Agencies MUST reinforce this message with clients “Social media is not about the number of followers” and “Success is not based on the number of followers”
There are many great posts, tools and metrics available out there to measure success of social media. At the end of the day the agency must educate themselves on what works best for their clients requirements and work up an agreed strategy/plan.
Absolutely Pritesh, unfortunately the numbers game is a false economy, but people seem to place so much importance on it.
Yes they will do. Why? Because it’s the easiest number to measure. But this does not tell you anything about your performance, engagement levels, sentiment or influence. It doesn’t tell you how much traffic its generated to your site, how social media participation has increased newsletter subscription by X% or lead to X number of new opportunities/quotations etc
The real goals lie elsewhere, social media is just a platform to leverage those ‘goals’ or KPI’s which already exist.
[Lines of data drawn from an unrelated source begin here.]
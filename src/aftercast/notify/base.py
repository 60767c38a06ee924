"""The contract between the alert outbox and the notification channels.

The outbox stores a `Notification` (as JSON, via `to_json`), hands it to a channel's `deliver`
and acts on the `DeliveryOutcome`: mark it delivered, try again later, or give up. A channel is
a class with a `type` name and a config model from `aftercast.settings.channels`; it implements
`_send` and inherits a
`deliver` that never raises, keeps every outcome detail on one line and scrubs the channel's
secrets out of it before anyone (log, outbox row, status page) can see it.
"""

from __future__ import annotations

import builtins
import dataclasses
import json
import logging
import math
from abc import ABC, abstractmethod
from dataclasses import dataclass, field
from typing import Any, ClassVar, Literal

from aftercast.settings.channels import ChannelConfigBase

log = logging.getLogger("aftercast.notify")

DETAIL_MAX_CHARS = 300


@dataclass(frozen=True)
class AlertLine:
    """One alert inside a notification."""

    series_id: str
    model: str
    horizon: str  # "1", "2-7" or "all"
    rule: str  # "coverage_low", "accuracy_vs_baseline", "bias", "actuals_overdue", ...
    state: str  # lifecycle state: "raised", "cleared", ...
    severity: str  # "critical" | "warning" | "info"
    opened_at: str  # ISO 8601 UTC
    summary: str  # one human sentence: what, how bad
    evidence: dict[str, Any] = field(default_factory=dict)
    labels: dict[str, str] = field(default_factory=dict)
    cleared_at: str | None = None  # ISO 8601 UTC, when a cleared alert cleared


@dataclass(frozen=True)
class ChartData:
    """Recent actuals against the forecast band, and the rolling coverage of that band."""

    series_id: str
    model: str
    level: float  # interval level in percent, e.g. 80
    times: list[str]
    actual: list[float | None]
    point: list[float | None]
    lower: list[float | None]
    upper: list[float | None]
    coverage_times: list[str] = field(default_factory=list)
    coverage: list[float | None] = field(default_factory=list)
    bucket: str = ""  # the alert's horizon bucket: "1", "2-7", "all" ("" from older rows)
    horizon: int | None = None  # the horizon drawn: the shortest of the bucket

    def horizon_words(self) -> str:
        """Which forecasts the chart shows, e.g. "horizons 2-7 (drawn: horizon 2)".

        >>> ChartData("s", "m", 80, [], [], [], [], [], bucket="2-7", horizon=2).horizon_words()
        'horizons 2-7 (drawn: horizon 2)'
        """
        drawn = f"horizon {self.horizon}" if self.horizon is not None else ""
        if self.bucket in ("", str(self.horizon)):
            return drawn
        named = "all horizons" if self.bucket == "all" else f"horizons {self.bucket}"
        return f"{named} (drawn: {drawn})" if drawn else named


@dataclass(frozen=True)
class Notification:
    """One message for one channel; `id` is the idempotency key receivers deduplicate by."""

    id: str
    kind: str  # "digest" | "reminder" | "cleared" | "test"
    route: str
    channel: str
    created_at: str  # ISO 8601 UTC
    alerts: list[AlertLine]
    more: int = 0  # alerts left out of the digest by the cap ("and N more")
    charts: list[ChartData] = field(default_factory=list)
    dashboard_url: str | None = None

    def to_json(self) -> str:
        """Serialise for the outbox; NaN and infinities become null so the text is strict JSON."""
        return json.dumps(jsonable(dataclasses.asdict(self)), allow_nan=False, sort_keys=True)

    @classmethod
    def from_json(cls, text: str) -> Notification:
        """Read back what `to_json` wrote; unknown keys (from a newer writer) are ignored."""
        raw = json.loads(text)
        raw["alerts"] = [_build(AlertLine, a) for a in raw.get("alerts", [])]
        raw["charts"] = [_build(ChartData, c) for c in raw.get("charts", [])]
        return _build(cls, raw)


@dataclass(frozen=True)
class Digest:
    """What the outbox enqueues: a notification and every alert it stands for (those left out
    by the cap included), so a delivery can be traced back to its alerts."""

    notification: Notification
    alert_ids: list[int]


def _build(cls: type, raw: dict[str, Any]) -> Any:
    # Rolling upgrades mean an older replica may read a row a newer one wrote.
    names = {f.name for f in dataclasses.fields(cls)}
    return cls(**{k: v for k, v in raw.items() if k in names})


def jsonable(value: Any) -> Any:
    """Make evidence values (numpy scalars, datetimes, NaN) representable as strict JSON."""
    if isinstance(value, dict):
        return {str(k): jsonable(v) for k, v in value.items()}
    if isinstance(value, list | tuple):
        return [jsonable(v) for v in value]
    if isinstance(value, bool) or value is None or isinstance(value, int | str):
        return value
    if isinstance(value, float):
        return value if math.isfinite(value) else None
    if hasattr(value, "item"):  # numpy scalar
        return jsonable(value.item())
    if hasattr(value, "isoformat"):
        return value.isoformat()
    return str(value)


@dataclass(frozen=True)
class DeliveryOutcome:
    """What happened to one delivery attempt; `detail` is one line and never holds a secret."""

    status: Literal["delivered", "retry", "dead"]
    detail: str
    retry_after_seconds: float | None = None  # the receiver's own hint (HTTP Retry-After)

    @classmethod
    def delivered(cls, detail: str) -> DeliveryOutcome:
        return cls("delivered", detail)

    @classmethod
    def retry(cls, detail: str, after: float | None = None) -> DeliveryOutcome:
        return cls("retry", detail, after)

    @classmethod
    def dead(cls, detail: str) -> DeliveryOutcome:
        return cls("dead", detail)

    def given_up(self, attempts: int) -> DeliveryOutcome:
        """This retry as the dead end of the last allowed attempt, number `attempts`.

        >>> DeliveryOutcome.retry("HTTP 503").given_up(1).detail
        'gave up after 1 attempt: HTTP 503'
        """
        tries = "1 attempt" if attempts == 1 else f"{attempts} attempts"
        return DeliveryOutcome.dead(f"gave up after {tries}: {self.detail}")


class Channel(ABC):
    """A way to deliver notifications; subclasses set `type`, `config_model` and `_send`."""

    type: ClassVar[str]
    config_model: ClassVar[builtins.type[ChannelConfigBase]]  # `type` is taken just above

    def __init__(self, config: ChannelConfigBase) -> None:
        config.check()  # a config made in code, not read from the file, is checked here too
        self.config = config
        self.name = config.name

    def __repr__(self) -> str:
        return f"<{type(self).__name__} {self.name!r}>"

    def deliver(
        self, notification: Notification, *, last_attempt: int | None = None
    ) -> DeliveryOutcome:
        """Try once to deliver; never raises, whatever the channel or the network does.

        `last_attempt` is this attempt's number when no other will follow: a retry is then
        logged as the message given up (dead), as the outbox records it. The outcome itself
        stays a retry, so the deliverer still knows the channel is failing.
        """
        try:
            outcome = self._send(notification)
        except Exception as exc:  # the outbox must always get an outcome, even from a bug
            outcome = DeliveryOutcome.retry(f"unexpected {type(exc).__name__}: {exc}")
        outcome = dataclasses.replace(outcome, detail=self._scrub(outcome.detail))
        shown = outcome
        if outcome.status == "retry" and last_attempt is not None:
            shown = outcome.given_up(last_attempt)
        level = logging.INFO if outcome.status == "delivered" else logging.WARNING
        log.log(
            level,
            "%s channel %r, notification %s: %s (%s)",
            self.type,
            self.name,
            notification.id,
            shown.status,
            shown.detail,
        )
        return outcome

    @abstractmethod
    def _send(self, notification: Notification) -> DeliveryOutcome:
        """Deliver once; may raise, `deliver` turns surprises into a retry."""

    def _scrub(self, detail: str) -> str:
        secrets = sorted(self.config.secret_values(), key=len, reverse=True)
        text = detail
        for secret in secrets:
            text = text.replace(secret, "***")
        text = " ".join(text.split())
        if len(text) > DETAIL_MAX_CHARS:
            text = text[: DETAIL_MAX_CHARS - 3] + "..."
        return text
It’s just up to clients and agencies to work out what they are and collate them into a workable strategy.
I almost agree. I agree that absolute number of followers is not the best measure of success, it’s just the easiest number to analyse so gets used a lot.
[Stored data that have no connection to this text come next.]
"""The webhook channel: an HTTP POST of one CloudEvent, signed the Standard Webhooks way.

The body is the CloudEvents 1.0 structured-mode event from `render_event_json` (content type
`application/cloudevents+json`). When a secret is configured, the `standardwebhooks` package
signs `webhook-id.webhook-timestamp.body`; the id is the notification id, so a receiver can drop
repeats, and the timestamp is taken at each attempt because receivers refuse old ones. Replies:
2xx delivered; 408, 429, 5xx, network errors and timeouts retry (honouring Retry-After); any
other status is a permanent refusal. Redirects are not followed: a POST that moved is a config
error, and following it could hand the payload to a host nobody configured.
"""

from __future__ import annotations

from datetime import UTC, datetime
from email.utils import parsedate_to_datetime
from urllib.parse import urlsplit

import requests
from standardwebhooks import Webhook

import aftercast
from aftercast.notify.base import Channel, DeliveryOutcome, Notification
from aftercast.notify.render import render_event_json
from aftercast.settings.channels import WebhookChannelConfig

CONTENT_TYPE = "application/cloudevents+json"
RETRY_STATUSES = frozenset({408, 425, 429})
BODY_EXCERPT_CHARS = 120


class WebhookChannel(Channel):
    """POSTs each notification as a signed CloudEvent."""

    type = "webhook"
    config_model = WebhookChannelConfig

    def __init__(self, config: WebhookChannelConfig) -> None:
        super().__init__(config)
        self.webhook = config
        self.signer = _signer(config)
        parts = urlsplit(config.url)
        # Only the host goes into details: paths of hook URLs often embed tokens.
        self.where = f"{parts.hostname}:{parts.port or (443 if parts.scheme == 'https' else 80)}"

    def signed_headers(self, notification: Notification, body: str) -> dict[str, str]:
        """The Standard Webhooks headers plus the configured ones, for this attempt."""
        now = datetime.now(UTC)
        headers = {k: v.get_secret_value() for k, v in self.webhook.headers.items()}
        headers.update(
            {
                "content-type": CONTENT_TYPE,
                "user-agent": f"aftercast/{aftercast.__version__}",
                "webhook-id": notification.id,
                "webhook-timestamp": str(int(now.timestamp())),
            }
        )
        if self.signer is not None:
            headers["webhook-signature"] = self.signer.sign(notification.id, now, body)
        return headers

    def _send(self, notification: Notification) -> DeliveryOutcome:
        body = render_event_json(notification)
        timeout = self.webhook.timeout_seconds
        try:
            response = requests.post(
                self.webhook.url,
                data=body.encode("utf-8"),
                headers=self.signed_headers(notification, body),
                timeout=(timeout, timeout),
                allow_redirects=False,
                verify=self.webhook.ca_file or True,
            )
        except requests.Timeout:
            return DeliveryOutcome.retry(f"{self.where} did not answer within {timeout:g}s")
        except requests.exceptions.SSLError:
            return DeliveryOutcome.dead(f"TLS certificate of {self.where} not trusted; set ca_file")
        except requests.ConnectionError:
            return DeliveryOutcome.retry(f"cannot connect to {self.where}")
        except requests.RequestException as exc:
            return DeliveryOutcome.dead(f"request to {self.where} failed: {type(exc).__name__}")
        return self._judge(response)

    def _judge(self, response: requests.Response) -> DeliveryOutcome:
        status = f"HTTP {response.status_code} {response.reason or ''}".strip()
        if 200 <= response.status_code < 300:
            return DeliveryOutcome.delivered(f"{self.where} answered {status}")
        said = " ".join(response.text[:BODY_EXCERPT_CHARS].split())
        detail = f"{self.where} answered {status}" + (f": {said}" if said else "")
        if response.status_code in RETRY_STATUSES or response.status_code >= 500:
            after = retry_after_seconds(response.headers.get("retry-after"))
            return DeliveryOutcome.retry(detail, after)
        if 300 <= response.status_code < 400:
            return DeliveryOutcome.dead(f"{detail}; redirects are not followed, fix the url")
        return DeliveryOutcome.dead(detail)


def _signer(config: WebhookChannelConfig) -> Webhook | None:
    if config.secret is None:
        return None
    try:
        return Webhook(config.secret.get_secret_value())
    except Exception:  # binascii.Error, EmptyWebhookSecretError, ...
        raise ValueError(
            f"channel {config.name!r}: secret must be 'whsec_' followed by base64"
        ) from None


def retry_after_seconds(value: str | None, now: datetime | None = None) -> float | None:
    """Seconds from an HTTP Retry-After header (RFC 9110 10.2.3: delay-seconds or an HTTP-date).

    >>> retry_after_seconds("120"), retry_after_seconds(None), retry_after_seconds("soon")
    (120.0, None, None)
    """
    if not value:
        return None
    text = value.strip()
    if text.isdigit():
        return float(text)
    try:
        moment = parsedate_to_datetime(text)
    except (TypeError, ValueError):
        return None
    if moment.tzinfo is None:
        moment = moment.replace(tzinfo=UTC)
    return max(0.0, (moment - (now or datetime.now(UTC))).total_seconds())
But I don’t agree that you should judge a social media campaign as success ” by who is following, what their role is, and if they are part of your client’s target audience” unless that was your business goal for the campaign.
I think campaigns online/offline/socialmedia/intergalactic must be established with a business goal in mind, and the metrics are derived from that business goal.
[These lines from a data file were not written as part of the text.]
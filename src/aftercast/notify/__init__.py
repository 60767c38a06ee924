"""Notification channels: how a rendered alert digest leaves aftercast.

`base` holds the contract (`Notification` in, `DeliveryOutcome` out, `Channel.deliver` never
raises); each other module is one channel, configured by its model in
`aftercast.settings.channels`. The registry below is the only place that lists the channels:
adding one is its config model, one new file here and one line in `CHANNELS`. `build_channel`
turns a validated config into its channel.
"""

from __future__ import annotations

from collections.abc import Mapping
from typing import Any

from pydantic import ConfigDict, TypeAdapter

from aftercast.notify.base import AlertLine, Channel, ChartData, DeliveryOutcome, Notification
from aftercast.notify.files import FileChannel
from aftercast.notify.mail import EmailChannel
from aftercast.notify.webhook import WebhookChannel
from aftercast.settings.channels import ChannelConfig, ChannelConfigBase

CHANNELS: dict[str, type[Channel]] = {
    cls.type: cls
    for cls in (
        EmailChannel,
        WebhookChannel,
        FileChannel,
    )
}
CHANNEL_CONFIG_TYPES: tuple[type[ChannelConfigBase], ...] = tuple(
    cls.config_model for cls in CHANNELS.values()
)
_config_adapter: TypeAdapter[ChannelConfigBase] = TypeAdapter(
    ChannelConfig, config=ConfigDict(hide_input_in_errors=True)
)


def parse_channel_config(raw: Mapping[str, Any]) -> ChannelConfigBase:
    """Validate one `channels:` entry into the config model its `type` names."""
    return _config_adapter.validate_python(dict(raw))


def build_channel(config: ChannelConfigBase) -> Channel:
    """The channel for a validated config, chosen by its `type`."""
    try:
        cls = CHANNELS[config.type]
    except KeyError:
        raise ValueError(
            f"channel {config.name!r}: unknown type {config.type!r}; known: {sorted(CHANNELS)}"
        ) from None
    return cls(config)


__all__ = [
    "CHANNELS",
    "CHANNEL_CONFIG_TYPES",
    "AlertLine",
    "Channel",
    "ChartData",
    "DeliveryOutcome",
    "EmailChannel",
    "FileChannel",
    "Notification",
    "WebhookChannel",
    "build_channel",
    "parse_channel_config",
]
For example, suppose a museum wants to increase the proportion of young (16-21 year olds) people coming to the museum. They might build a campaign via facebook. They can measure the total number of fans, they can measure the number of “qualified” leads in that fan base. But neither of those measures tell you whether the campaign was succesful for the business. You can only tell that by seeing that there are more young people coming through the door, and you could measure the social media campaign contribution to that by using a voucher system for the tickets or a sample survey of visitors.
Because that’s the other thing, social media campaigns should not run in isolation – in the example above the offline marketing such as a poster campaign should be integrated, and even the exhibition itself (the product) could be created in a way to involve young people.
The best I’ve seen on this subject comes from Olivier Blanchard (http://www.slideshare.net/thebrandbuilder/olivier-blanchard-basics-of-social-media-roi).
Overall you’re right though, fan/follower numbers are not by themselves very interesting.
Hi Louise, thanks for that. I agree with you that social media should not run in isolation, particularly as the results spread across online and offline. A campaigns success should be measured in terms of the objectives of that campaign. Period. The target audience engagement could be just one of those metrics. Sales derived from that audience is another, and so on. I think the issue we have is that people attempt to apply metrics without considering what the original objectives were. I do wonder if part of that is not knowing what the objectives are in the first place and simply jumping into social media activity with no clear strategy.
Reminds me of that common image used in 99% of all social media presentations…..the one of a cart loaded with logos of all the social media platforms. Headline reads: “Is your business jumping on the bandwagon?”
Absolutely. Strategy first. Tactics after.